A Year with the Saints – 22 January

Entry

The two feet upon which one walks to perfection are mortification and the love of God. The latter is the right, the former the left foot. By the aid of these, Saint Francis Assisi climbed to the loftiest perfection. He led a life so austere and rigid that at the point of death he felt that he must ask pardon of his body for having treated it so ill; and his love of God was so remarkable that he gained not only for himself, but for his order as well, the noble title of Seraphic.

When Saint Francis de Sales wished to lead anyone to live in a Christian manner and renounce worldliness, he would not speak of the exterior – of the adornment of the hair, of rich dress, and similar things – but he spoke only to the heart and of the heart, for he knew that if this fortress is captured, all else surrenders and that when the true love of God comes to possess a heart, all that is not God seems to it of no account.
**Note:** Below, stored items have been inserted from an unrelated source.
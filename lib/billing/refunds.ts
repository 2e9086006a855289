import 'server-only';
import crypto from 'node:crypto';
import type { InferAttributes, Transaction } from 'sequelize';
import { audit } from '@/lib/audit';
import type { Actor } from '@/lib/auth';
import { inTransaction } from '@/lib/db';
import { conflict, HttpError, notFound, invalidFields } from '@/lib/http';
import { formatCents } from '@/lib/money';
import { refundCharge } from '@/lib/payments';
import { MemberCredit, Payment, Refund } from '@/models';
import { lockCoopBilling } from './locks';
import { cents } from './cents';
import { lockPayment } from './payments';
import { findPayment } from './payments-read';
import { todayIn } from '@/lib/dates';
import { takeNextId } from './queries';
import type { PaymentDTO } from './types';

// Refunds of money held for a member: recorded at once for cash and cheques, driven through the
// card provider (with a stored idempotency key) for card payments, and confirmed or reversed by
// its answer.

/** A refund as the provider paths need it: its money split, and the card charge it gives back from (null for cash and cheques). */
type RefundToDrive = Pick<
  InferAttributes<Refund>,
  | 'id'
  | 'paymentId'
  | 'membershipId'
  | 'amountCents'
  | 'fromUnallocatedCents'
  | 'fromCreditCents'
  | 'status'
  | 'idempotencyKey'
> & {
  stripeChargeId: string | null;
};

/** Undoes a refund's hold on the money when the provider refused it (once: only a pending refund is reversed). */
async function reverseRefund(t: Transaction, coopId: number, r: RefundToDrive, message: string): Promise<void> {
  const [n] = await Refund.update(
    { status: 'failed', failureMessage: message.slice(0, 240), completedAt: new Date() },
    { where: { id: r.id, coopId, status: 'pending' }, transaction: t },
  );
  if (n === 0) return;
  await Payment.increment(
    {
      unallocatedCents: cents(r.fromUnallocatedCents),
      creditedCents: cents(r.fromCreditCents),
      refundedCents: -cents(r.amountCents),
    },
    { where: { id: r.paymentId, coopId }, transaction: t },
  );
  if (cents(r.fromCreditCents) > 0) {
    await MemberCredit.create(
      {
        coopId,
        membershipId: r.membershipId,
        amountCents: cents(r.fromCreditCents),
        kind: 'refund-reversed',
        paymentId: r.paymentId,
        refundId: r.id,
      },
      { transaction: t },
    );
  }
}

/** Marks a card refund done (from the API answer or a webhook); idempotent. */
export async function confirmRefund(
  t: Transaction,
  coopId: number,
  refundId: number,
  providerRefundId: string,
): Promise<'applied' | 'no-change'> {
  const [n] = await Refund.update(
    { status: 'succeeded', stripeRefundId: providerRefundId, completedAt: new Date() },
    { where: { id: refundId, coopId, status: 'pending' }, transaction: t },
  );
  return n > 0 ? 'applied' : 'no-change';
}

/** One refund of the co-op with the card charge of its payment (null when it is not theirs). */
async function findRefundToDrive(coopId: number, refundId: number): Promise<RefundToDrive | null> {
  const r = await Refund.findOne({
    attributes: [
      'id',
      'paymentId',
      'membershipId',
      'amountCents',
      'fromUnallocatedCents',
      'fromCreditCents',
      'status',
      'idempotencyKey',
    ],
    where: { id: refundId, coopId },
    include: [{ model: Payment, as: 'payment', attributes: ['stripeChargeId'], required: true }],
  });
  if (!r) return null;
  const { id, paymentId, membershipId, amountCents, fromUnallocatedCents, fromCreditCents, status, idempotencyKey } = r;
  return {
    id,
    paymentId,
    membershipId,
    amountCents,
    fromUnallocatedCents,
    fromCreditCents,
    status,
    idempotencyKey,
    stripeChargeId: r.payment?.stripeChargeId ?? null,
  };
}

/** Sends a pending card refund to the provider (same idempotency key every time) and records the answer. */
async function driveCardRefund(coopId: number, r: RefundToDrive, actorUserId: number): Promise<void> {
  const outcome = await refundCharge({
    chargeId: r.stripeChargeId!,
    amountCents: cents(r.amountCents),
    metadata: { coop_id: String(coopId), refund_id: String(r.id), payment_id: String(r.paymentId) },
    idempotencyKey: r.idempotencyKey!,
  });
  if (outcome.outcome === 'succeeded') {
    await inTransaction(async (t) => {
      await lockCoopBilling(t, coopId);
      await confirmRefund(t, coopId, r.id, outcome.refund.id);
    });
    return;
  }
  if (outcome.outcome === 'rejected') {
    await inTransaction(async (t) => {
      await lockCoopBilling(t, coopId);
      await reverseRefund(t, coopId, r, outcome.message);
      await audit(
        {
          coopId,
          actorUserId,
          action: 'refund.failed',
          entityType: 'refund',
          entityId: r.id,
          after: { message: outcome.message },
        },
        t,
      );
    });
    throw new HttpError(409, `The card payment service refused the refund: ${outcome.message}`);
  }
  throw new HttpError(
    503,
    'The card payment service is not answering. The refund is recorded as pending; it completes when the service confirms it, or press “Retry refund” later — the member is never refunded twice.',
    undefined,
    {
      code: 'provider-unavailable',
    },
  );
}

/**
 * Refunds money held for a member: first from the payment's unmatched part, then from the
 * credit it created (while the member still has that credit). Card payments are refunded
 * through the provider with an idempotency key stored before the call; cash and cheque refunds
 * are recorded as done.
 */
export async function refundPayment(
  actor: Actor,
  paymentId: number,
  input: { amountCents: number; reason: string },
): Promise<PaymentDTO> {
  const coopId = actor.coop.id;
  const refund = await inTransaction(async (t): Promise<RefundToDrive> => {
    await lockCoopBilling(t, coopId);
    const p = await lockPayment(t, coopId, paymentId);
    const balance =
      (await MemberCredit.sum('amountCents', { where: { coopId, membershipId: p.membershipId }, transaction: t })) ?? 0;
    const fromUnallocated = Math.min(input.amountCents, cents(p.unallocatedCents));
    const fromCredit = input.amountCents - fromUnallocated;
    const creditRoom = Math.max(0, Math.min(cents(p.creditedCents), balance));
    if (fromCredit > creditRoom) {
      throw invalidFields({
        amount: [
          `At most ${formatCents(fromUnallocated + creditRoom, actor.coop.currency)} of this payment is held for the member. Money applied to an invoice is given back by voiding the invoice first.`,
        ],
      });
    }
    const isCard = p.method === 'card';
    // A card refund's key is derived from its own row id, taken first, and stored before the provider is called.
    const id = isCard ? await takeNextId('refunds', t) : undefined;
    const r = await Refund.create(
      {
        ...(id === undefined ? {} : { id }),
        coopId,
        paymentId,
        membershipId: p.membershipId,
        amountCents: input.amountCents,
        fromUnallocatedCents: fromUnallocated,
        fromCreditCents: fromCredit,
        status: isCard ? 'pending' : 'succeeded',
        idempotencyKey: id === undefined ? null : `refund-${id}-${crypto.randomBytes(6).toString('hex')}`,
        reason: input.reason,
        refundedOn: todayIn(actor.coop.timezone),
        createdByUserId: actor.user.id,
        completedAt: isCard ? null : new Date(),
      },
      { transaction: t },
    );
    await Payment.increment(
      { unallocatedCents: -fromUnallocated, creditedCents: -fromCredit, refundedCents: input.amountCents },
      { where: { id: paymentId, coopId }, transaction: t },
    );
    if (fromCredit > 0) {
      await MemberCredit.create(
        {
          coopId,
          membershipId: p.membershipId,
          amountCents: -fromCredit,
          kind: 'refund',
          paymentId,
          refundId: r.id,
          createdByUserId: actor.user.id,
        },
        { transaction: t },
      );
    }
    await audit(
      {
        coopId,
        actorUserId: actor.user.id,
        action: 'refund.create',
        entityType: 'refund',
        entityId: r.id,
        before: { paymentId, unallocatedCents: cents(p.unallocatedCents), creditedCents: cents(p.creditedCents) },
        after: {
          paymentId,
          amountCents: input.amountCents,
          fromUnallocatedCents: fromUnallocated,
          fromCreditCents: fromCredit,
          method: p.method,
          reason: input.reason,
        },
      },
      t,
    );
    return {
      id: r.id,
      paymentId,
      membershipId: p.membershipId,
      amountCents: r.amountCents,
      fromUnallocatedCents: r.fromUnallocatedCents,
      fromCreditCents: r.fromCreditCents,
      status: r.status,
      idempotencyKey: r.idempotencyKey,
      stripeChargeId: p.stripeChargeId,
    };
  });
  if (refund.stripeChargeId) await driveCardRefund(coopId, refund, actor.user.id);
  return (await findPayment(coopId, paymentId))!;
}

/** Sends a pending card refund again (after the provider was unreachable). */
export async function retryRefund(actor: Actor, refundId: number): Promise<PaymentDTO> {
  const r = await findRefundToDrive(actor.coop.id, refundId);
  if (!r) throw notFound('Refund not found.');
  if (r.status !== 'pending' || !r.stripeChargeId) throw conflict('Only a pending card refund can be retried.');
  await driveCardRefund(actor.coop.id, r, actor.user.id);
  return (await findPayment(actor.coop.id, r.paymentId))!;
}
Saint Philip Neri adopted the same course with his penitents. He was not accustomed to dwell very much upon any vanities in dress, but he would overlook them as much as possible for some time, that he might more easily arrive at his object. When a lady once asked him whether it was a sin to wear very high heels, his only answer was, “Take care not to fall.” A man also came frequently to see him, wearing a collar with long stiff points. One day, he touched him lightly on the neck and said: “I would oftener give you such marks of friendship if your collar did not hurt my hand.” And with these reproofs alone both corrected their faults. A clergyman of noble birth, dressed in bright colors and with much display, came to the Saint every day for a fortnight to consult him in regard to the affairs of his soul. During all this time he said not a word to him in regard to his dress, but only took pains to make him feel compunction for his sins. Finally, becoming ashamed of his style of dress, he changed it of his own accord, made a good general confession, and giving himself wholly into Saint Philip’s hands became afterwards one of his most intimate and familiar friends.